— Обойдешься. До того света чуток осталось.
Подгоняемый прикладом, Степан брел к мосту. Земля уходила из под ног, острая щебенка впивалась в босые разбитые ноги.
На косогор Степан взбирался на четвереньках. Ноги не могли одолеть подъем. Позади послышалось издевательское:
— Ползешь, вошь беременная!
Степан опустился на рельсы и устало уронил голову. Нет мыслей, нет желаний — одна пустота. Рядом, сняв часть настила, бандиты устанавливали ящики с динамитом на опору моста. Суетились, толкали друг друга, спешили. На Степана перестали обращать внимание. Сычов с бикфордовым шнуром в руках ушел вперед.
Издалека донесся гудок паровоза. Степан вздрогнул и закрыл глаза. Тот самый поезд! Двенадцатый скорый из Москвы! Сейчас он приблизится к разъезду. Стоянка — три минуты. А потом — до моста два с половиной километра. Только успеет набрать скорость — и тут же под уклон…

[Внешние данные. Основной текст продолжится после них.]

package server

import (
	"net/http"

	"github.com/labstack/echo/v4"

	"tripwell/export"
)

// labelsPage offers sheets of labels, new tags, markings and the page that shows whether the printer is true.
type labelsPage struct {
	Frame
	Crumbs         []link
	Heading, Under string
	Sheets         []field // of the register's labels
	Batch          []field // of new tags; empty for who may not draw them
	Markings       []field
	NoURL          string
}

func (s *Server) labelsShow(c echo.Context) error {
	sites, err := s.sitesOf(c)
	if err != nil {
		return err
	}
	k := s.ink()
	view := labelsPage{
		Frame: s.frame(c, k.say("paper.labels.title"), "downloads"), Heading: k.say("paper.labels.heading"), Under: k.say("paper.labels.under"),
		Crumbs: []link{{Href: "/downloads", Text: k.say("office.downloads.title")}},
	}
	if s.store.URL() == "" {
		view.NoURL = k.say("office.downloads.labels_no_url")
	} else {
		offered := []option{{Text: k.say("office.downloads.all_sites"), Chosen: true}}
		for _, site := range sites {
			offered = append(offered, option{Value: site.Code, Text: site.Name})
		}
		view.Sheets = append([]field{{Name: "site", Label: k.say("office.downloads.site"), Options: offered}}, k.paperFields("")...)
		view.Sheets = append(view.Sheets, k.lineField())
		if may(c, manager) {
			view.Batch = append([]field{{Name: "count", ID: "batch-count", Label: k.say("paper.labels.count"), Type: "number", Value: "30"}}, k.paperFields("batch-")...)
		}
	}
	var words []option
	for i, name := range export.MarkingNames() {
		words = append(words, option{Value: name, Text: k.say("paper.marking." + name), Chosen: i == 0})
	}
	view.Markings = append([]field{{Name: "marking", Label: k.say("paper.labels.marking"), Options: words}}, k.paperFields("marking-")...)
	return s.page(c, http.StatusOK, "labels.html", view)
}

// paperFields asks onto which paper labels go; id tells the forms of a page apart.
func (k ink) paperFields(id string) []field {
	var sheets []option
	for i, name := range export.SheetNames() {
		size, err := export.SheetNamed(name)
		if err != nil {
			continue
		}
		text := k.say("paper.labels.sheet_line", "name", name, "n", size.PerPage(), "w", export.MM(size.LabelW), "h", export.MM(size.LabelH))
		sheets = append(sheets, option{Value: name, Text: text, Chosen: i == 0})
	}
	return []field{
		{Name: "sheet", ID: id + "sheet", Label: k.say("paper.labels.sheet"), Options: sheets},
		{Name: "roll", ID: id + "roll", Label: k.say("paper.labels.roll"), Hint: k.say("paper.labels.roll_hint"), Type: "text"},
		{Name: "start", ID: id + "start", Label: k.say("office.downloads.start"), Hint: k.say("paper.labels.start_hint"), Type: "number", Value: "1"},
		{Name: "nudge", ID: id + "nudge", Label: k.say("paper.labels.nudge"), Hint: k.say("paper.labels.nudge_hint"), Type: "text"},
	}
}

// lineField asks what stands beside the tag.
func (k ink) lineField() field {
	chosen := map[string]bool{}
	for _, name := range export.DefaultLines() {
		chosen[name] = true
	}
	f := field{Name: "line", Label: k.say("paper.labels.lines"), Type: "checks"}
	for _, name := range export.LineNames() {
		f.Options = append(f.Options, option{Value: name, Text: k.say("paper.line." + name), Chosen: chosen[name]})
	}
	return f
}
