package server

import (
	"bufio"
	"context"
	"fmt"
	"net"
	"net/http"
	"strings"
	"testing"
	"time"

	"tripwell/store"
)

// A push whose body is still arriving when the server is told to stop is taken and answered.
func TestServe_FinishesWhatIsUnderWay(t *testing.T) {
	r := newRig(t, 1)
	h := r.handset(r.crew)
	l, err := net.Listen("tcp", "127.0.0.1:0")
	must(t, err)
	ctx, stop := context.WithCancel(t.Context())
	ended := make(chan error, 1)
	go func() { ended <- r.server.Serve(ctx, l, nil) }()

	rec := h.entry(r.devices[0], 4.5)
	body := pushBody(t, rec.bytes(t))
	c, err := net.Dial("tcp", l.Addr().String())
	must(t, err)
	defer c.Close()
	fmt.Fprintf(c, "POST /exchange/push HTTP/1.1\r\nHost: %s\r\nAuthorization: Bearer %s\r\nContent-Length: %d\r\n\r\n%s", l.Addr(), h.token, len(body), body[:len(body)/2])
	time.Sleep(50 * time.Millisecond) // the handler is reading by now
	stop()
	time.Sleep(50 * time.Millisecond)
	_, err = c.Write(body[len(body)/2:])
	must(t, err)
	res, err := http.ReadResponse(bufio.NewReader(c), nil)
	must(t, err)
	defer res.Body.Close()
	if res.StatusCode != http.StatusOK {
		t.Errorf("got %d, want 200", res.StatusCode)
	}
	must(t, <-ended)
	must(t, r.store.View(ownerScope, func(v *store.View) error { _, _, err := v.Record(rec.ID); return err }))
	if _, err := net.Dial("tcp", l.Addr().String()); err == nil {
		t.Error("the server still listens")
	}
}

func TestPages_HostileTextStaysText(t *testing.T) {
	s, err := New(nil, Options{})
	must(t, err)
	hostile := `"><script>alert(1)</script>{{.}}`
	frame := Frame{Title: hostile, Name: hostile, Role: "crew", Demo: true}
	for name, view := range map[string]any{
		"signin.html":      askPage{Frame: frame, Next: hostile, Problem: hostile},
		"signin_link.html": linkPage{Frame: frame, Person: hostile, Action: "javascript:alert(1)", Next: hostile},
		"error.html":       errorPage{Frame: frame, Text: hostile},
		"field.html":       shellPage{Frame: frame, Secure: hostile},
	} {
		for _, v := range []any{view, empty(view)} {
			var b strings.Builder
			if err := s.pages[name].Execute(&b, v); err != nil {
				t.Errorf("%s: %v", name, err)
			}
			for _, bad := range []string{"<script>alert", `action="javascript:`, "access.", "style=", "onclick"} {
				if strings.Contains(b.String(), bad) {
					t.Errorf("%s holds %q", name, bad)
				}
			}
		}
	}
}

func empty(view any) any {
	switch view.(type) {
	case askPage:
		return askPage{}
	case linkPage:
		return linkPage{}
	case errorPage:
		return errorPage{}
	}
	return shellPage{}
}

Из-под локтя Степан наблюдал за лихорадочно работающими бандитами. Сычов поторапливал. Сам же продолжал разматывать бикфордов шнур. Кто-то кричал: «Не так! Не так! Запалы с другой стороны вставляй, дура!» Кричавший сбросил с себя пояс и скрылся в дыре. На поясе — граната, обычная «лимонка». Степан не мог отвести от нее взгляда!..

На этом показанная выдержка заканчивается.